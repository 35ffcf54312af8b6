/**
 * Grey-level morphology and box filters on float planes: minimum and maximum over a square window by
 * the van Herk / Gil-Werman algorithm (three comparisons per pixel whatever the window), run along
 * rows then columns; box means by running sums. Edges repeat the border pixel.
 */

/** Minimum (erosion) or maximum (dilation) over a (2r+1)-pixel square window. */
export function squareFilter(src: Float32Array, w: number, h: number, r: number, op: 'min' | 'max'): Float32Array {
  const tmp = new Float32Array(w * h);
  const out = new Float32Array(w * h);
  const line = new Float32Array(Math.max(w, h) + 2 * r);
  const g = new Float32Array(line.length);
  const hh = new Float32Array(line.length);
  const pass = (from: Float32Array, to: Float32Array, n: number, count: number, step: number, stride: number): void => {
    for (let c = 0; c < count; c++) {
      const base = c * stride;
      for (let i = 0; i < n + 2 * r; i++) line[i] = from[base + Math.min(n - 1, Math.max(0, i - r)) * step]!;
      lineFilter(line, n + 2 * r, 2 * r + 1, g, hh, op);
      for (let i = 0; i < n; i++) to[base + i * step] = op === 'min' ? Math.min(hh[i]!, g[i + 2 * r]!) : Math.max(hh[i]!, g[i + 2 * r]!);
    }
  };
  pass(src, tmp, w, h, 1, w);
  pass(tmp, out, h, w, w, 1);
  return out;
}

/** Forward (g) and backward (h) running extremes within blocks of length k. */
function lineFilter(line: Float32Array, n: number, k: number, g: Float32Array, h: Float32Array, op: 'min' | 'max'): void {
  const better = op === 'min' ? (a: number, b: number) => (a < b ? a : b) : (a: number, b: number) => (a > b ? a : b);
  for (let i = 0; i < n; i++) g[i] = i % k === 0 ? line[i]! : better(g[i - 1]!, line[i]!);
  for (let i = n - 1; i >= 0; i--) h[i] = i === n - 1 || (i + 1) % k === 0 ? line[i]! : better(h[i + 1]!, line[i]!);
}

/** Opening (erosion then dilation): removes bright details narrower than the window. */
export function opening(src: Float32Array, w: number, h: number, r: number): Float32Array {
  return squareFilter(squareFilter(src, w, h, r, 'min'), w, h, r, 'max');
}

/** Closing (dilation then erosion): removes dark details narrower than the window. */
export function closing(src: Float32Array, w: number, h: number, r: number): Float32Array {
  return squareFilter(squareFilter(src, w, h, r, 'max'), w, h, r, 'min');
}

/** Mean over a (2r+1)-pixel square window (edges repeat the border). */
export function boxMean(src: Float32Array, w: number, h: number, r: number): Float32Array {
  const tmp = new Float32Array(w * h);
  const out = new Float32Array(w * h);
  const k = 2 * r + 1;
  const pass = (from: Float32Array, to: Float32Array, n: number, count: number, step: number, stride: number): void => {
    for (let c = 0; c < count; c++) {
      const base = c * stride;
      const at = (i: number): number => from[base + Math.min(n - 1, Math.max(0, i)) * step]!;
      let sum = 0;
      for (let i = -r; i <= r; i++) sum += at(i);
      for (let i = 0; i < n; i++) {
        to[base + i * step] = sum / k;
        sum += at(i + r + 1) - at(i - r);
      }
    }
  };
  pass(src, tmp, w, h, 1, w);
  pass(tmp, out, h, w, w, 1);
  return out;
}

/** A 0/1 mask grown by `r` pixels (square window). */
export function dilateMask(mask: Uint8Array, w: number, h: number, r: number): Uint8Array {
  if (r <= 0) return Uint8Array.from(mask);
  const grown = squareFilter(Float32Array.from(mask), w, h, r, 'max');
  return Uint8Array.from(grown, (v) => (v > 0 ? 1 : 0));
}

^^^^^^^^

• _Activity_: Exactly and without omission, set down every entry.

• _Solution to this problem_:
repository 35ffcf54312af8b6
/**
 * Grey-level morphology and box filters on float planes: minimum and maximum over a square window by
 * the van Herk / Gil-Werman algorithm (three comparisons per pixel whatever the window), run along
 * rows then columns; box means by running sums. Edges repeat the border pixel.
 */

/** Minimum (erosion) or maximum (dilation) over a (2r+1)-pixel square window. */
export function squareFilter(src: Float32Array, w: number, h: number, r: number, op: 'min' | 'max'): Float32Array {
  const tmp = new Float32Array(w * h);
  const out = new Float32Array(w * h);
  const line = new Float32Array(Math.max(w, h) + 2 * r);
  const g = new Float32Array(line.length);
  const hh = new Float32Array(line.length);
  const pass = (from: Float32Array, to: Float32Array, n: number, count: number, step: number, stride: number): void => {
    for (let c = 0; c < count; c++) {
      const base = c * stride;
      for (let i = 0; i < n + 2 * r; i++) line[i] = from[base + Math.min(n - 1, Math.max(0, i - r)) * step]!;
      lineFilter(line, n + 2 * r, 2 * r + 1, g, hh, op);
      for (let i = 0; i < n; i++) to[base + i * step] = op === 'min' ? Math.min(hh[i]!, g[i + 2 * r]!) : Math.max(hh[i]!, g[i + 2 * r]!);
    }
  };
  pass(src, tmp, w, h, 1, w);
  pass(tmp, out, h, w, w, 1);
  return out;
}

/** Forward (g) and backward (h) running extremes within blocks of length k. */
function lineFilter(line: Float32Array, n: number, k: number, g: Float32Array, h: Float32Array, op: 'min' | 'max'): void {
  const better = op === 'min' ? (a: number, b: number) => (a < b ? a : b) : (a: number, b: number) => (a > b ? a : b);
  for (let i = 0; i < n; i++) g[i] = i % k === 0 ? line[i]! : better(g[i - 1]!, line[i]!);
  for (let i = n - 1; i >= 0; i--) h[i] = i === n - 1 || (i + 1) % k === 0 ? line[i]! : better(h[i + 1]!, line[i]!);
}

/** Opening (erosion then dilation): removes bright details narrower than the window. */
export function opening(src: Float32Array, w: number, h: number, r: number): Float32Array {
  return squareFilter(squareFilter(src, w, h, r, 'min'), w, h, r, 'max');
}

/** Closing (dilation then erosion): removes dark details narrower than the window. */
export function closing(src: Float32Array, w: number, h: number, r: number): Float32Array {
  return squareFilter(squareFilter(src, w, h, r, 'max'), w, h, r, 'min');
}

/** Mean over a (2r+1)-pixel square window (edges repeat the border). */
export function boxMean(src: Float32Array, w: number, h: number, r: number): Float32Array {
  const tmp = new Float32Array(w * h);
  const out = new Float32Array(w * h);
  const k = 2 * r + 1;
  const pass = (from: Float32Array, to: Float32Array, n: number, count: number, step: number, stride: number): void => {
    for (let c = 0; c < count; c++) {
      const base = c * stride;
      const at = (i: number): number => from[base + Math.min(n - 1, Math.max(0, i)) * step]!;
      let sum = 0;
      for (let i = -r; i <= r; i++) sum += at(i);
      for (let i = 0; i < n; i++) {
        to[base + i * step] = sum / k;
        sum += at(i + r + 1) - at(i - r);
      }
    }
  };
  pass(src, tmp, w, h, 1, w);
  pass(tmp, out, h, w, w, 1);
  return out;
}

/** A 0/1 mask grown by `r` pixels (square window). */
export function dilateMask(mask: Uint8Array, w: number, h: number, r: number): Uint8Array {
  if (r <= 0) return Uint8Array.from(mask);
  const grown = squareFilter(Float32Array.from(mask), w, h, r, 'max');
  return Uint8Array.from(grown, (v) => (v > 0 ? 1 : 0));
}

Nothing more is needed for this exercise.